──────── Provided records ────────

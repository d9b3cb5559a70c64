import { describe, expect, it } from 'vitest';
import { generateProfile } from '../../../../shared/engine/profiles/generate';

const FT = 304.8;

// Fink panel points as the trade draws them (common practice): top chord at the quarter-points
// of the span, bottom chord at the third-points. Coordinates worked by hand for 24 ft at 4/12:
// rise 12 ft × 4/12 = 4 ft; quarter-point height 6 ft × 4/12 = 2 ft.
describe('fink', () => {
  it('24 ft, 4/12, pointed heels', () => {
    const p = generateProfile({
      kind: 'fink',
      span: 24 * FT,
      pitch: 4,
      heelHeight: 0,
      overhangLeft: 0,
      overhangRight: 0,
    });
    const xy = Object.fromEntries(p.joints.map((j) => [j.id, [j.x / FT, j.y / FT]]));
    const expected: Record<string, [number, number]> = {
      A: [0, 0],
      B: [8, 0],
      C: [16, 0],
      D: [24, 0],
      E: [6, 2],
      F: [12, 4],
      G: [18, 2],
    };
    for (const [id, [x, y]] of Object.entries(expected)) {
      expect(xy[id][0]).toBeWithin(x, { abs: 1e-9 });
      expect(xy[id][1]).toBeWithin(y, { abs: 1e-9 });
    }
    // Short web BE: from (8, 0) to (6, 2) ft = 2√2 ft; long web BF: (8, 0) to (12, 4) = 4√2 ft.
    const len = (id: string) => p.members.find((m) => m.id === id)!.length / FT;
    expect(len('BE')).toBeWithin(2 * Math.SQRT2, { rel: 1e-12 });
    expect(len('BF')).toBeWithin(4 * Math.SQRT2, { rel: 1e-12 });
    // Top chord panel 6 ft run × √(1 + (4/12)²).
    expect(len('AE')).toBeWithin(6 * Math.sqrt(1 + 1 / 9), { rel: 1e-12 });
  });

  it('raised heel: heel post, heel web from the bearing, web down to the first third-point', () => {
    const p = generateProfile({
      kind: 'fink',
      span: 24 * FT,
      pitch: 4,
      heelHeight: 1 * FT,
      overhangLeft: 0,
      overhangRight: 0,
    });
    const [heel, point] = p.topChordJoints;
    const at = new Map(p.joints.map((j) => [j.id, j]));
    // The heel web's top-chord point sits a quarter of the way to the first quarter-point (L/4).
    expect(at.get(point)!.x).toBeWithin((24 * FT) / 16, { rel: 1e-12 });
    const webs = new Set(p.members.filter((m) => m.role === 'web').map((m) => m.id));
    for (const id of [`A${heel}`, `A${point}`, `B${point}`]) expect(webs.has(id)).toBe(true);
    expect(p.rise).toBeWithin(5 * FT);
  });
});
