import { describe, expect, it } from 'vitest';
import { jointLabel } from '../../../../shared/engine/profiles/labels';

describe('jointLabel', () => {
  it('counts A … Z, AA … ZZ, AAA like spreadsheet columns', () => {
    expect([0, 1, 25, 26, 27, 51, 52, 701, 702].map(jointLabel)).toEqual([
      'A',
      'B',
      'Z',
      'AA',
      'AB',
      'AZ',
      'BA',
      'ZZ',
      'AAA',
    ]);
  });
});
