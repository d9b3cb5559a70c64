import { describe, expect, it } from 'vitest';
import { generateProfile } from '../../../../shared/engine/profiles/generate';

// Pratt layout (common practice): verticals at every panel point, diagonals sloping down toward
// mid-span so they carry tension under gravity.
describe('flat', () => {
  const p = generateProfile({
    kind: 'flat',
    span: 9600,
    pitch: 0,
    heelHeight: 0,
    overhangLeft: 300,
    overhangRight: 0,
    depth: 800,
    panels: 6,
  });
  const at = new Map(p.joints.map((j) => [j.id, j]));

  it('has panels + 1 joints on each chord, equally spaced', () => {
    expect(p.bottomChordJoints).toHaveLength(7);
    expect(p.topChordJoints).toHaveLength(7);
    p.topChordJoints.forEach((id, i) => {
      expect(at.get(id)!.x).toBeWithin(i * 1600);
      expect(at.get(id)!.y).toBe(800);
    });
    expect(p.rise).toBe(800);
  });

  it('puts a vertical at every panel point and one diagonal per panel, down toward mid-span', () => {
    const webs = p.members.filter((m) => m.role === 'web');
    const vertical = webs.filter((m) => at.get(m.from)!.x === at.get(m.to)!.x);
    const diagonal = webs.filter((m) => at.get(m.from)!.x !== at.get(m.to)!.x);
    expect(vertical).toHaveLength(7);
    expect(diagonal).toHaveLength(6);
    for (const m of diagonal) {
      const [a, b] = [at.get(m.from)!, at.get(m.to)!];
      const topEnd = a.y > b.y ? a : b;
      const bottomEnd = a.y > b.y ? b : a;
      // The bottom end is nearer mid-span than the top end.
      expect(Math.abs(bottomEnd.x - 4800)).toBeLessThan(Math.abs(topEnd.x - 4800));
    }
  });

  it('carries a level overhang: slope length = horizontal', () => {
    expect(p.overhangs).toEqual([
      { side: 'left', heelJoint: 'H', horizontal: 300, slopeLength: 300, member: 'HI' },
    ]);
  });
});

────────

> Task directions
Of the lines above, extract only those from the line with "expect(at.get(id)!.x).toBeWithin(i * 1600);" to the line with "const webs = p.members.filter((m)", both included, exactly as written.

> Solution for this exercise
      expect(at.get(id)!.x).toBeWithin(i * 1600);
      expect(at.get(id)!.y).toBe(800);
    });
    expect(p.rise).toBe(800);
  });

  it('puts a vertical at every panel point and one diagonal per panel, down toward mid-span', () => {
    const webs = p.members.filter((m) => m.role === 'web');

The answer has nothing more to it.